Items from a dataset:
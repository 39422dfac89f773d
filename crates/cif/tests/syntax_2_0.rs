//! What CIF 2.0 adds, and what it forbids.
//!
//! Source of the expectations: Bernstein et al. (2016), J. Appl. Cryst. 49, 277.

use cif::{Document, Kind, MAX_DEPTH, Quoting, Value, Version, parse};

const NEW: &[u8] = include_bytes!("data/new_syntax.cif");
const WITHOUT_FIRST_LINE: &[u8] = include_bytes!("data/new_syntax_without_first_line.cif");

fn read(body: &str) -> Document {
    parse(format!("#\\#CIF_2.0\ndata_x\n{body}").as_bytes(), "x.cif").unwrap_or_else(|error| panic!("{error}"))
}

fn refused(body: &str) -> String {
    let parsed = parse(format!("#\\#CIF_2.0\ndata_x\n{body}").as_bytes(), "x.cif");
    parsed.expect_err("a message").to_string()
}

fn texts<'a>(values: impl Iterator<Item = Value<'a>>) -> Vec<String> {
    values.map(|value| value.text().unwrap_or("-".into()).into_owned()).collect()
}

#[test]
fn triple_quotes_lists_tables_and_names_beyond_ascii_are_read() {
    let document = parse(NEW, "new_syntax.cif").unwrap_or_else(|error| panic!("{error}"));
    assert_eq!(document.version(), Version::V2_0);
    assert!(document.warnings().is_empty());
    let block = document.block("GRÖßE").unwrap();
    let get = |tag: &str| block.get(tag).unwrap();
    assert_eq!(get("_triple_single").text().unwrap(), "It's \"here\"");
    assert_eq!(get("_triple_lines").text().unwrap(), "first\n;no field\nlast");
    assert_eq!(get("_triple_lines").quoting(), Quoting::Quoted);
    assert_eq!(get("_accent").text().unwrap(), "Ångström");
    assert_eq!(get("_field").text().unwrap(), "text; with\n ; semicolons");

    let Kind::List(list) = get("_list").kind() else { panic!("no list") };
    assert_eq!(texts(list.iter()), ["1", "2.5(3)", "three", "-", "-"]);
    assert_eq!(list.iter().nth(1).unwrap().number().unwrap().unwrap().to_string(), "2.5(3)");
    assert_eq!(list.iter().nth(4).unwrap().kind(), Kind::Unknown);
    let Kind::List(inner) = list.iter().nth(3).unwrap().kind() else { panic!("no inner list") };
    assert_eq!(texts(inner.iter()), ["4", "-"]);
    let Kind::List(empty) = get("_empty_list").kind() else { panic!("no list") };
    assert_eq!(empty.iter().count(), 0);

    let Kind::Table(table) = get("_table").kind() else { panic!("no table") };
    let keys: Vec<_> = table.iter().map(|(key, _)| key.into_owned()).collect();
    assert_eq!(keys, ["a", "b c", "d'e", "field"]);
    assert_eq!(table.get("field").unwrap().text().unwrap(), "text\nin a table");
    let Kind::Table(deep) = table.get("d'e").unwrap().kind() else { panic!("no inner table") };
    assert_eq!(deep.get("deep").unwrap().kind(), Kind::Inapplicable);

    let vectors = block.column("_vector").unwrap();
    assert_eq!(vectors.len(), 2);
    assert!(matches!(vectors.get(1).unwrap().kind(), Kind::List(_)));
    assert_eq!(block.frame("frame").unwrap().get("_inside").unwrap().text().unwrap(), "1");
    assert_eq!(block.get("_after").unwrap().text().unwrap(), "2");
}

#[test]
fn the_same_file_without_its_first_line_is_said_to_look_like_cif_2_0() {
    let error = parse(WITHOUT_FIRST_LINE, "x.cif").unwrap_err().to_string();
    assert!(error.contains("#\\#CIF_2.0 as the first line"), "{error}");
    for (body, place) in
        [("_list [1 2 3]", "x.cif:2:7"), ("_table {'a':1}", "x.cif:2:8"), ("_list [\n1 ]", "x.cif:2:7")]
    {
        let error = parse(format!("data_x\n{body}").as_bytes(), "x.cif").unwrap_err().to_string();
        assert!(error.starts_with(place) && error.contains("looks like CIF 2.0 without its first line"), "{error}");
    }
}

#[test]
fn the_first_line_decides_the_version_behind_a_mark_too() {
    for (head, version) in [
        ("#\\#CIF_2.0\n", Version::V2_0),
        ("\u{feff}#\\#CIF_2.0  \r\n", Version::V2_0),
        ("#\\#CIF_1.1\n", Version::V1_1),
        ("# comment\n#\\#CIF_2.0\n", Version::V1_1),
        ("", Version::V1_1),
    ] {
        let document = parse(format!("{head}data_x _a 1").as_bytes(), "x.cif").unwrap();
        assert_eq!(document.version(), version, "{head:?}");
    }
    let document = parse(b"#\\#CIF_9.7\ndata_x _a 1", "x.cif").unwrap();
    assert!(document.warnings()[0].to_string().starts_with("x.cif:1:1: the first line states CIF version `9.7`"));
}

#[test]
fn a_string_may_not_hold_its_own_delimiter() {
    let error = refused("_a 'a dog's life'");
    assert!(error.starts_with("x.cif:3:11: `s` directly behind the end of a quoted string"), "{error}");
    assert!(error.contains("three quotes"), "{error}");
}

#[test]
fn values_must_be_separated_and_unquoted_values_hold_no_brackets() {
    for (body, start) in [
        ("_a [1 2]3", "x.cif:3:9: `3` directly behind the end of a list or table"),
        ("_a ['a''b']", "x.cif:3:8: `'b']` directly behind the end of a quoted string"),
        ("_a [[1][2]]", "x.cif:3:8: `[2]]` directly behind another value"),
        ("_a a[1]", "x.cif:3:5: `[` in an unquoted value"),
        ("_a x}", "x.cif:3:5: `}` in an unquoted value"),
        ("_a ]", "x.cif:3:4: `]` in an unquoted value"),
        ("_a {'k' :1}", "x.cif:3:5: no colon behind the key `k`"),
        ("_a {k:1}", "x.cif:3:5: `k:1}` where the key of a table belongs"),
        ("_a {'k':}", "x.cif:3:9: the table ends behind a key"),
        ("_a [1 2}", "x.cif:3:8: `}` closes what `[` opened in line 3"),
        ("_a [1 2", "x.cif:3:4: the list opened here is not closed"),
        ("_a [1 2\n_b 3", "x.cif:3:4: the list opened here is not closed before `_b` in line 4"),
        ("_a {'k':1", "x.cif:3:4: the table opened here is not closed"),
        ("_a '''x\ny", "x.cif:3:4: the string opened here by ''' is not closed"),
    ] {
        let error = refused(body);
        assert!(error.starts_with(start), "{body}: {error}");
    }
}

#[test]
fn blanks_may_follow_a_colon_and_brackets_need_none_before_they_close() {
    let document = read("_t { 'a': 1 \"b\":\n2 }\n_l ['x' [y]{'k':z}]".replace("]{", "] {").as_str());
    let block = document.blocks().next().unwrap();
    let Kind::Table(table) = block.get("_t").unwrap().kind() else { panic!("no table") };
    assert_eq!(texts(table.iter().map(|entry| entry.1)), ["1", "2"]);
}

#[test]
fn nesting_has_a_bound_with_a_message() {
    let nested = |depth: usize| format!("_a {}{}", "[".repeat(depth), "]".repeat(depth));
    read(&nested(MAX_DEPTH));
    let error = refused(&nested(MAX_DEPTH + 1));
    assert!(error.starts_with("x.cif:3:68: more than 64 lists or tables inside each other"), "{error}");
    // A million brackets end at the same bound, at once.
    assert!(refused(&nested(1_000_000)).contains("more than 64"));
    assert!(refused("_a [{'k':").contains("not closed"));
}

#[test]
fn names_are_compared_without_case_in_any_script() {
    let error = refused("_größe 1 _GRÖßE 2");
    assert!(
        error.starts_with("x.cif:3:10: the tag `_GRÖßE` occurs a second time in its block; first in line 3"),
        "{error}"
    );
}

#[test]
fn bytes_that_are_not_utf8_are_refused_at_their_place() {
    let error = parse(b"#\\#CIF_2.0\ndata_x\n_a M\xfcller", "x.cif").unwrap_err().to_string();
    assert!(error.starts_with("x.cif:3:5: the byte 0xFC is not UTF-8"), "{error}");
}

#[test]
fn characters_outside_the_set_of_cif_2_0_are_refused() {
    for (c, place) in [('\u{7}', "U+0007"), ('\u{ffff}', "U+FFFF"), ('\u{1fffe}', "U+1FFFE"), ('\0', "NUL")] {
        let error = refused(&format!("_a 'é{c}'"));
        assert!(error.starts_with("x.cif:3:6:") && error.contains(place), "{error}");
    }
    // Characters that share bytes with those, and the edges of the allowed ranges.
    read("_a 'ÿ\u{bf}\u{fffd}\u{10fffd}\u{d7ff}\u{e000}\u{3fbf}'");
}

# Exercise brief
Which lines in the records above contain the word "nested"? Copy each one.

# The completed task
    let nested = |depth: usize| format!("_a {}{}", "[".repeat(depth), "]".repeat(depth));
    read(&nested(MAX_DEPTH));
    let error = refused(&nested(MAX_DEPTH + 1));
    assert!(refused(&nested(1_000_000)).contains("more than 64"));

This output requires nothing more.